A Persistent Map Implementation based on Hash Array Mapped Tries
Rust Python Shell
Latest commit 7bb893a Oct 25, 2016 @michaelwoerister Bump version

README.md

hamt-rs Build Status

A Hash Array Mapped Trie implementation based on the Ideal Hash Trees paper by Phil Bagwell. This is the persistent map datastructure used in Scala's and Clojure's standard libraries. The idea to use a special collision node to deal with hash collisions is taken from Clojure's implementation.

Usage

let mut map = HamtMap::new();

for i in range(0, size) {
    map = map.plus(i, i);
}

if map.find(&0) == Some(1) {
    ...
}

let (without_10, size_changed_10) = map.remove(&10);
let (without_20, size_changed_20) = map.remove(&20);

for (k, v) in map.iter() {
    ...
}

Performance

Looks pretty good so far, for a fully persistent data structure. The benchmarks below were done on a Core i7-4712MQ, with random numbers and the compile flags -C lto -C opt-level=3 -C target-feature=+popcnt.

Lookup

Times (in microseconds) for one thousand lookups in a collection with ELEMENT COUNT elements (where key and value types are u64).

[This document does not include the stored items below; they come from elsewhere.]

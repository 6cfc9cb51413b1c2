package main

import (
	"io"
	"os"
	"path/filepath"
	"reflect"
	"slices"
	"testing"

	"ordplan/plan"
	"ordplan/runner"
	"ordplan/runner/fit"
)

// TestResolvePlanAndFlagsAgree resolves a plan and the `ordplan fit` flags
// that state the same analysis (parsed as the command parses them), and
// checks that both give the same value: how the data are read, the design,
// the fit options and the covariance policy (which weights imply which
// errors). Only the words messages use (plan keys against flag names)
// differ.
func TestResolvePlanAndFlagsAgree(t *testing.T) {
	dir := t.TempDir()
	dataPath := filepath.Join(dir, "d.csv")
	// Two parts with the same columns, not one file's bytes twice.
	os.WriteFile(filepath.Join(dir, "p1.csv"), []byte("y,x1\n"), 0o644)
	os.WriteFile(filepath.Join(dir, "p2.csv"), []byte("x1,y\n"), 0o644)
	cases := []struct {
		name  string
		plan  string   // the data and covariance sections, and predictors
		flags []string // besides --outcome and --categories (and --data, unless they give --parts)
		want  runner.CovariancePolicy
	}{
		{"data held as parts",
			"data: {parts: [p1.csv, p2.csv]}\npredictors: [x1]\n",
			[]string{"--parts", filepath.Join(dir, "p1.csv") + "," + filepath.Join(dir, "p2.csv"), "--predictors", "x1"},
			runner.CovariancePolicy{Covariance: fit.Observed}},
		{"plain columns, frequency weights",
			"data: {file: d.csv, weights: w}\npredictors: [x1, x2]\n",
			[]string{"--predictors", "x1,x2", "--weights", "w"},
			runner.CovariancePolicy{Covariance: fit.Observed}},
		{"sampling weights imply the sandwich",
			"data: {file: d.csv, weights: w, weight_kind: sampling}\npredictors: [x1]\n",
			[]string{"--predictors", "x1", "--weights", "w", "--weight-kind", "sampling"},
			runner.CovariancePolicy{Covariance: fit.Sandwich, Sampling: true}},
		{"sampling weights keep the sandwich asked for",
			"data: {file: d.csv, weights: w, weight_kind: sampling}\ncovariance: sandwich_plain\npredictors: [x1]\n",
			[]string{"--predictors", "x1", "--weights", "w", "--weight-kind", "sampling", "--covariance", "sandwich_plain"},
			runner.CovariancePolicy{Covariance: fit.SandwichPlain, Sampling: true}},
		{"expected information",
			"data: {file: d.csv}\ncovariance: expected\npredictors: [x1]\n",
			[]string{"--predictors", "x1", "--covariance", "expected"},
			runner.CovariancePolicy{Covariance: fit.Expected}},
		{"clustered, offset, refuse, dialect",
			"data: {file: d.csv, cluster: site, offset: off, missing: refuse, delimiter: semicolon, decimal: comma}\ncovariance: clustered\npredictors: [x1]\n",
			[]string{"--predictors", "x1", "--cluster", "site", "--offset", "off", "--missing", "refuse",
				"--delimiter", "semicolon", "--decimal", "comma", "--covariance", "clustered"},
			runner.CovariancePolicy{Covariance: fit.Clustered}},
		{"a column's own missing-value codes",
			"data: {file: d.csv}\npredictors: [x1, x2]\ndictionary:\n  x1: {missing: [\"-9\", \"-99\"]}\n  x2: {label: X2}\n",
			[]string{"--predictors", "x1,x2", "--missing-codes", "x1=-9/-99"},
			runner.CovariancePolicy{Covariance: fit.Observed}},
		{"categorical column, transformation, interaction",
			"data: {file: d.csv}\ncategorical:\n  g: {levels: [a, b, c], reference: b}\n" +
				"predictors:\n  - {name: dose_log, column: dose, log: {shift: 1}}\n  - g\n  - {interact: [dose_log, g]}\n",
			[]string{"--predictors", "dose|log+1|as=dose_log,g|levels=a/b/c|ref=b,dose_log&g"},
			runner.CovariancePolicy{Covariance: fit.Observed}},
	}
	for _, c := range cases {
		t.Run(c.name, func(t *testing.T) {
			src := "version: 1\n" + c.plan + "outcomes:\n  - column: y\n    categories: [lo, mid, hi]\n" +
				"models: {approaches: [cumulative], links: [logit], effects: [parallel]}\nrules: [{choose: {by: tic}}]\n"
			p, err := plan.Parse([]byte(src), filepath.Join(dir, "p.yaml"))
			if err != nil {
				t.Fatalf("plan: %v", err)
			}
			fromPlan := runner.ResolvePlan(p)

			fs := newFlags("fit", io.Discard)
			f := defineFitFlags(fs)
			args := append([]string{"--outcome", "y", "--categories", "lo,mid,hi"}, c.flags...)
			if !slices.Contains(c.flags, "--parts") {
				args = append(args, "--data", dataPath)
			}
			if stop, code := parseFlags(fs, args); stop {
				t.Fatalf("flags: exit %d", code)
			}
			if msg := f.usageProblem(fs); msg != "" {
				t.Fatalf("flags: %s", msg)
			}
			s, err := f.single()
			if err != nil {
				t.Fatalf("flags: %v", err)
			}
			s.Workers = 1 // a plan's fits run one worker each (the grid runs in parallel)
			fromFlags, err := runner.ResolveFit(s)
			if err != nil {
				t.Fatalf("flags: %v", err)
			}

			if fromPlan.Errors != c.want || fromFlags.Errors != c.want {
				t.Errorf("covariance policy: plan %+v, flags %+v, want %+v", fromPlan.Errors, fromFlags.Errors, c.want)
			}
			if !reflect.DeepEqual(fromPlan.Fit, fromFlags.Fit) {
				t.Errorf("fit options: plan %+v, flags %+v", fromPlan.Fit, fromFlags.Fit)
			}
			if !reflect.DeepEqual(fromPlan.Paths(), fromFlags.Paths()) {
				t.Errorf("data: plan %s %v, flags %s %v", fromPlan.DataFile, fromPlan.Paths(), fromFlags.DataFile, fromFlags.Paths())
			}
			if len(fromPlan.Outcomes) != 1 || len(fromFlags.Outcomes) != 1 {
				t.Fatalf("outcomes: plan %d, flags %d", len(fromPlan.Outcomes), len(fromFlags.Outcomes))
			}
			rp, rf := fromPlan.Outcomes[0], fromFlags.Outcomes[0]
			// The plan's entries reading each column (with their places)
			// are for messages only, as the terms' keys below.
			if len(rp.Options.Entries) == 0 {
				t.Errorf("the plan's options name no entry reading a column")
			}
			rp.Options.Entries = nil
			if !reflect.DeepEqual(rp.Options, rf.Options) {
				t.Errorf("data options:\nplan  %+v\nflags %+v", rp.Options, rf.Options)
			}
			// Term keys and places name where a term was written (plan key
			// and line, or flag item), for messages only.
			for _, r := range []*runner.Reading{&rp, &rf} {
				for i := range r.Design.Terms {
					r.Design.Terms[i].Key, r.Design.Terms[i].Line, r.Design.Terms[i].Col = "", 0, 0
				}
			}
			if !reflect.DeepEqual(rp.Design, rf.Design) {
				t.Errorf("design:\nplan  %+v\nflags %+v", rp.Design, rf.Design)
			}
		})
	}
}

ELEMENT COUNT HAMT HASHMAP
10 34 32
1000 49 37
100000 72 44

In percent over std::HashMap (less than 100% means faster, more means slower than std::HashMap).

ELEMENT COUNT HAMT HASHMAP
10 106% 100%
1000 130% 100%
100000 160% 100%

The HAMT is in the same ballpark as the std::HashMap, even for larger collections. Also, LLVM unfortunately does not (yet) properly translate the cntpop intrinsic function (which could be just one CPU instruction on many architectures, but is translated to a much more expensive instruction sequence currently). As pointed out on reddit, properly configuring LLVM (e.g. by setting the target-cpu option) is necessary for it to issue the popcnt instruction.

Insertion

Times (in microseconds) for one thousand insertions into a collection with ELEMENT COUNT elements (again, key and value type is u64).

ELEMENT COUNT HAMT HASHMAP
10 133 48
1000 185 76
100000 1521 99

In percent over std::HashMap (less than 100% means faster, more means slower than std::HashMap).

ELEMENT COUNT HAMT HASHMAP
10 279% 100%
1000 242% 100%
100000 1537% 100%

As can be seen, the HAMT holds up pretty well against the non-persistent std::HashMap.